# Jumpy and biting



## antsdragonfly (May 12, 2016)

I've had Kit for 5 or so weeks, which puts her at 16 weeks old, and in the last couple of days she has starting jumping, huffing, and biting at me when I try to bond with her. Usually she just falls asleep on my chest/tummy. The last few days she has been jumping, hissing, and huffing at me. Today she bit me twice, not hard but.... There has been no change in her habitat or the temperature. I'm wondering if I need to be worried.


----------



## Lilysmommy (Jan 7, 2009)

I'm willing to bet she's entering a period of quilling. That can be pretty painful for them & it often makes them grumpier and they want to be left alone. The best thing to do is have patience, understand that their skin might be more sore than usual & try not to pet their quills, and continue holding them each night. It's tough for hedgie & human, but quilling does end!


----------



## antsdragonfly (May 12, 2016)

That is what I was hoping but as a first time hedggie mommy I wasn't sure.
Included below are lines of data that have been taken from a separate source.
package model

import (
	"fmt"
	"strings"

	"kern/lang"
	"kern/lang/unit"
)

func (b *builder) value(d declared, value []*lang.Expr) {
	s := d.stmt
	if contains(topWords, s.Word) {
		if !s.Broken {
			p := lang.Problem{Rule: "wrong-form", Span: s.Head, Message: "a declared " + s.Word + " has a name: " + s.Word + " NAME = …"}
			if s.Word == "include" || s.Word == "basis" || s.Word == "forces" || s.Word == "project" {
				p.Message = "'" + s.Word + "' takes no sign ="
			}
			if contains(memberWords, s.Word) {
				p.Notes = append(p.Notes, "what a member is made of is said inside its braces")
			}
			b.report(lang.Diagnostic{Decl: d.decl, Problem: p})
		}
		if s.Word == "combination" {
			b.env.refuse("a combination has an error")
		}
		return
	}
	head := &lang.Expr{Kind: lang.NameExpr, Text: s.Word, Span: s.Head}
	if !b.name(d, head, ValueName, -1) {
		return
	}
	if s.Broken {
		b.env.Names[s.Word].Bad = true
		return
	}
	r := b.reader(d)
	if len(value) == 0 {
		r.fail("missing-value", s.Line, "'%s' has no value: something must stand behind the sign =", s.Word)
		b.env.Names[s.Word].Bad = true
		return
	}
	if k := value[0].Kind; k == lang.EqualsExpr || k == lang.CommaExpr || k == lang.CompareExpr {
		r.fail("wrong-form", value[0].Span, "the value of '%s' is due here", s.Word)
		b.env.Names[s.Word].Bad = true
		return
	}
	r.args = value[1:]
	if !r.end() {
		b.env.Names[s.Word].Bad = true
		return
	}
	b.env.Values.Define(&lang.Value{Name: s.Word, Decl: d.decl, Stmt: s, Expr: value[0]})
}

// ownWords are what every member has of its own. A value of such a name would
// change, unseen, what the members say with it.
var ownWords = map[string]bool{"height": true, "length": true, "top": true, "base": true, "floor": true}

// lookup finds the value of a name in an expression outside members.
func (env *Env) lookup(e *lang.Expr) (unit.Quantity, *lang.Problem) {
	if n := env.Names[e.Text]; n != nil && n.Twice {
		return unit.Quantity{}, lang.Silent
	}
	if strings.Contains(e.Text, ".") {
		q, p, _ := env.Result(e, nil)
		return q, p
	}
	if d, ok := env.Values.Lookup(e.Text); ok {
		if d.Late {
			return unit.Quantity{}, &lang.Problem{Rule: "wrong-kind", Span: e.Span, Message: "'" + clip(e.Text) + "' leans on the result of a member and cannot be used here: members lean on what stands here",
				Related: []lang.Related{{Place: lang.Place{Decl: d.Decl, Span: d.Stmt.Head}, Message: "given here"}}}
		}
		q, p := env.Values.Get(d, env.lookup)
		if p != nil {
			return q, lang.Silent
		}
		return q, nil
	}
	n, ok := env.Names[e.Text]
	switch {
	case ok && (n.Bad || n.Kind == ValueName):
		return unit.Quantity{}, lang.Silent
	case ok && n.Kind == LevelName && n.Index >= 0:
		l := env.Levels[n.Index]
		if l.Bad {
			return unit.Quantity{}, lang.Silent
		}
		return unit.Quantity{Value: l.At, Dim: unit.Length}, nil
	case ok:
		return unit.Quantity{}, &lang.Problem{Rule: "wrong-kind", Span: e.Span, Message: fmt.Sprintf("'%s' is %s, not a value", e.Text, n.Kind),
			Related: []lang.Related{{Place: n.Place, Message: "given here"}}}
	}
	return unit.Quantity{}, env.unknownName(e, "value", []NameKind{ValueName, LevelName})
}

// values evaluates every named value once, so that each problem is reported
// where it lies, used or not.
func (b *builder) values() {
	for _, f := range b.files {
		for _, d := range f.Decls {
			for _, s := range d.Stmts {
				v, ok := b.env.Values.Lookup(s.Word)
				if !ok || v.Stmt != s || v.Decl != d || v.Late {
					continue
				}
				if _, p := b.env.Values.Get(v, b.env.lookup); p != nil && p.Rule != "" {
					b.report(lang.Diagnostic{Decl: d, Problem: *p})
				}
			}
		}
	}
}
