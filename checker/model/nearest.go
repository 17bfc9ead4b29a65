package model

import (
	"sort"
	"strings"

	"github.com/agnivade/levenshtein"
)

// closest gives up to n of the names that a person may have meant, the likeliest
// first. A name that shares less than half of its letters is not offered.
func closest(text string, names []string, n int) []string {
	if len(text) > 64 {
		return nil
	}
	type candidate struct {
		name     string
		distance int
	}
	var found []candidate
	seen := map[string]bool{}
	lower := strings.ToLower(text)
	for _, name := range names {
		if seen[name] || len(name) > 64 || name == text {
			continue
		}
		seen[name] = true
		d := levenshtein.ComputeDistance(lower, strings.ToLower(name))
		if d <= max(len(text), len(name))/2 && d <= 4 {
			found = append(found, candidate{name, d})
		}
	}
	sort.Slice(found, func(i, j int) bool {
		if found[i].distance != found[j].distance {
			return found[i].distance < found[j].distance
		}
		return found[i].name < found[j].name
	})
	var out []string
	for i := 0; i < len(found) && i < n; i++ {
		out = append(out, found[i].name)
	}
	return out
}
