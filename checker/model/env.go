package model

import (
	"fmt"
	"math"

	"kern/checker/action"
	"kern/checker/derivation"
	"kern/lang"
	"kern/lang/unit"
)

// Standards are the design standards that a basis can name. The checker fills
// it with those that are registered.
type Standards interface {
	// Known tells whether there is a standard of that name.
	Known(name string) bool
	// Names lists them.
	Names() []string
	// Annexes lists the annexes of a standard that are known; the first is the
	// default.
	Annexes(name string) []string
	// Overrides lists the numbers of a standard that a basis may replace, with
	// whether a reason must be given.
	Overrides(name string) map[string]bool
}

// builder makes the Env of a calculation.
type builder struct {
	env       *Env
	standards Standards
	files     []*lang.File
	stmts     []declared
	members   []declared
}

type declared struct {
	decl *lang.Decl
	stmt *lang.Stmt
}

// topWords are the words that may begin a declaration, for offers.
var topWords = []string{"include", "basis", "material", "section", "case", "combination", "level", "column", "strut", "tie"}

// NewEnv reads what the members of a calculation share.
func NewEnv(files []*lang.File, standards Standards) *Env {
	b := &builder{env: &Env{Names: map[string]*Named{}}, standards: standards, files: files}
	b.collect()
	b.env.offer = namesOf(b.env.Names)
	b.basis()
	b.cases()
	b.levels()
	b.materials()
	b.sections()
	b.values()
	b.combinations()
	return b.env
}

func (b *builder) report(d lang.Diagnostic) { b.env.Problems = append(b.env.Problems, d) }

func (b *builder) reader(d declared) *reader {
	return &reader{env: b.env, decl: d.decl, stmt: d.stmt, args: d.stmt.Args, report: b.report, names: b.env.lookup, failed: d.stmt.Broken}
}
Thank you!


----------



## LuvHedgehogs (May 16, 2016)

She's probably quilling this can make them have sudden mood swings. Check and see if
she is healthy an unhealthy hedgehog tends to bite more often. If she bites you again
don't yell. Just blow gently on the hedgehog. After a bite don't put a hedgehog back ine its cage that is teaching it that if it is bad it will be put back in its "safe spot" and your hedgehog will bite more often. Also do you wear lotion or did you recently wash your hands with scented soap? Hedgehogs have poor eye sight and use taste and smell it may just be exploring. I hope this is helpful for you!


----------



## LuvHedgehogs (May 16, 2016)

Sorry about Lily


----------



## Artemis-Ichiro (Jan 22, 2016)

There is a sticky on the behavior part of the forum with great information about biting.


----------



## antsdragonfly (May 12, 2016)

I don't use scented anything for allergy reasons. I didn't put her back into her pen after she bit me. I kinda thought of that like a dog, you don't send them where they want to go after they misbehave. When she bit me I just told her to knock it off because she was being bad.


----------